Seit mehr als einem Jahrzehnt beglücken Real Estate aus New Jersey mit ihrem eingängig-unaufgeregten, dezent verspielten, melodie- und harmonieseligen und immer gut bekömmlichen Pop-Entwurf. "The Main Thing", das mittlerweile fünfte Album der Band, reiht sich organisch in den Werkkatalog ein. Auch wenn Sänger und Gitarrist Martin Courtney in Interviews betont, dass sich der Sound durch mehr Vielfalt bei der Instrumentierung verändert hätte, erwartet den Hörer dreizehn Songs lang doch der gewohnte, von ätherischer Anmut, dezenter Melancholie und vorsichtiger Zuversicht durchtränkte Wohlklang.

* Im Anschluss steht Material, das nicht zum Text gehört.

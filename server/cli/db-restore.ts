import { join, resolve } from 'node:path'
import { loadConfig } from '../config.ts'
import { startEmbeddedPostgres } from '../db/embedded-postgres.ts'
import { restoreDatabase } from '../db/backup.ts'

// `npm run db:restore FILE`: replaces the database's contents with a backup archive.
const arg = process.argv[2]
if (!arg) { console.error('usage: npm run db:restore FILE'); process.exit(2) }
const config = loadConfig()
const pg = config.databaseUrl ? undefined : await startEmbeddedPostgres({ dir: join(config.dataDir, 'pg'), port: config.embeddedPgPort, durable: true, log: (m) => console.log(m) })
try {
  restoreDatabase(config.databaseUrl ?? pg!.url, resolve(arg))
  console.log(`restored from ${resolve(arg)}`)
} finally {
  if (pg?.startedHere) pg.stop()
}
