import { describe, expect, it } from 'vitest'
import { SettingsSchema, type GalaxyInputDto } from '../../../shared/schemas/galaxy.schema.ts'
import { buildResult, runChain, type ChainRun } from '../../../shared/diagnostics/pipeline.ts'
import { diagnoseMany, type GalaxyInput } from '../../../shared/science.ts'
import {
  CURRENT_LAYOUT, classFractionsOf, codesOf, decodeStored, layoutReader, measuresOf, percentilesOf, type StoredResult,
} from '../../../shared/results/stored-row.ts'
import { copyColumnReaders, documentMap, rowFromDocument } from '../../../shared/results/document-map.ts'
import { RESULTS_COLUMNS } from '../../../shared/results/storage.ts'
import { resultColumns } from '../../../server/services/result-columns.ts'
import { sameDocument } from '../../../server/services/stored-results.ts'
import { generateLanternSurvey } from '../../../server/seed/lantern.ts'

// Results are stored as the kernel's row (shared/results/stored-row.ts) and made into documents on
// read: these checks hold the rebuilt documents to the ones the chain builds, over an invented sample
// with every population, limits, broad lines and Monte Carlo draws.

const survey = generateLanternSurvey(600, 11).map(({ population: _p, ...g }) => g) as GalaxyInputDto[]
const f32 = (a: Float64Array) => Array.from(a, (v) => (Number.isFinite(v) ? Math.fround(v) : null))

/** Row i as the database returns it: real[] elements at float4 precision, NULL for no value. */
function stored(run: ChainRun, i: number): StoredResult {
  const mc = run.mc[i]
  return {
    measures: f32(measuresOf(run.out, i, run.input.fwhmBroad[i])),
    codes: codesOf(run.out, i, (l) => run.input.kind[l][i]).slice(),
    mcPercentiles: mc ? f32(percentilesOf(mc)) : null,
    mcClasses: mc ? f32(classFractionsOf(mc)) : null,
  }
}

describe('stored results', () => {
  for (const [label, settings] of [
    ['defaults', SettingsSchema.parse({})],
    ['Monte Carlo, Kennicutt & Evans (2012) SFR', SettingsSchema.parse({ monteCarlo: { draws: 40, seed: 3 }, sfrCalibration: 'kennicuttEvans12' })],
  ] as const) {
    it(`a stored row rebuilds the document the chain builds (${label})`, () => {
      const docs = diagnoseMany(survey as GalaxyInput[], settings)
      const run = runChain(survey as GalaxyInput[], settings)
      const reader = layoutReader(CURRENT_LAYOUT)
      for (let i = 0; i < survey.length; i++) {
        const d = decodeStored(survey[i].id, stored(run, i), reader, settings.monteCarlo.draws)
        const rebuilt = buildResult(d.input, d.out, 0, run.prep, d.mc)
        expect(sameDocument(rebuilt, docs[i]), survey[i].id).toBe(true)
      }
    })

    it(`the copy columns read off the kernel row equal those of the document (${label})`, () => {
      const docs = diagnoseMany(survey as GalaxyInput[], settings)
      const run = runChain(survey as GalaxyInput[], settings)
      const readers = copyColumnReaders(settings.sfrCalibration)
      for (let i = 0; i < survey.length; i++) {
        const fromDoc = resultColumns(survey[i], docs[i])
        const fromRow = Object.fromEntries(RESULTS_COLUMNS.map((c, k) => [c.column, readers[k](run.out, i, survey[i])]))
        expect(fromRow, survey[i].id).toEqual(fromDoc)
      }
    })

    it(`a document stored before the typed columns turns back into its row (${label})`, () => {
      const docs = diagnoseMany(survey as GalaxyInput[], settings)
      for (const doc of docs) {
        const row = rowFromDocument(JSON.parse(JSON.stringify(doc)), settings.sfrCalibration, settings.monteCarlo.draws)
        expect(row, doc.id).not.toBeNull()
        const rebuilt = buildResult(row!.input, row!.out, 0, runChain([], settings).prep, row!.mc)
        expect(sameDocument(rebuilt, doc), doc.id).toBe(true)
      }
    })
  }

  it('the document map knows where every stored number comes from', () => {
    const map = documentMap('kennicuttEvans12')
    expect(map.columnAt.get('extinction/ebv')).toBeDefined()
    expect(map.columnAt.get('sfr/sfrHalpha')).toBe(map.columnAt.get('sfr/sfrKe12'))
    expect(documentMap('kennicutt98').columnAt.get('sfr/sfrHalpha')).toBe(map.columnAt.get('sfr/sfrK98'))
    // a line's corrected flux and its upper limit are one kernel column
    expect(map.columnAt.get('dereddened/halpha/flux')).toBe(map.columnAt.get('dereddened/halpha/upperLimit'))
  })

  it('rows of an older layout are read by element name (a column it lacks reads as no value)', () => {
    const settings = SettingsSchema.parse({})
    const run = runChain(survey.slice(0, 20) as GalaxyInput[], settings)
    const docs = diagnoseMany(survey.slice(0, 20) as GalaxyInput[], settings)
    // an "older" layout: the floats reversed, without the [N II] temperature
    const floats = [...CURRENT_LAYOUT.floats].reverse().filter((n) => n !== 'teNii')
    const older = { ...CURRENT_LAYOUT, floats, scales: floats.map((n) => CURRENT_LAYOUT.scales[CURRENT_LAYOUT.floats.indexOf(n)]) }
    const reader = layoutReader(older)
    for (let i = 0; i < 20; i++) {
      const s = stored(run, i)
      const byName = new Map(CURRENT_LAYOUT.floats.map((n, k) => [n, s.measures[k]]))
      const d = decodeStored(survey[i].id, { ...s, measures: older.floats.map((n) => byName.get(n) ?? null) }, reader, 0)
      const rebuilt = buildResult(d.input, d.out, 0, run.prep, d.mc)
      expect(rebuilt.temperature.nii?.te ?? null).toBeNull()
      expect(sameDocument(rebuilt.extinction, docs[i].extinction)).toBe(true)
      expect(sameDocument(rebuilt.ratios, docs[i].ratios)).toBe(true)
    }
  })
})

Der Mix aus Jingle-Jangle-Melodien und Dreampop-Klängen blieb erhalten, wird jedoch mit Disco-Streichern, flächigeren Synthesizer-Klängen und da und dort etwas mehr Dynamik ergänzt. Die federleichte Eleganz und der geschmeidige Flow dieser Musik betören aber auch hier - und sie strahlen eine wohltuende Gelassenheit aus, die auf Stil und Könnerschaft basiert.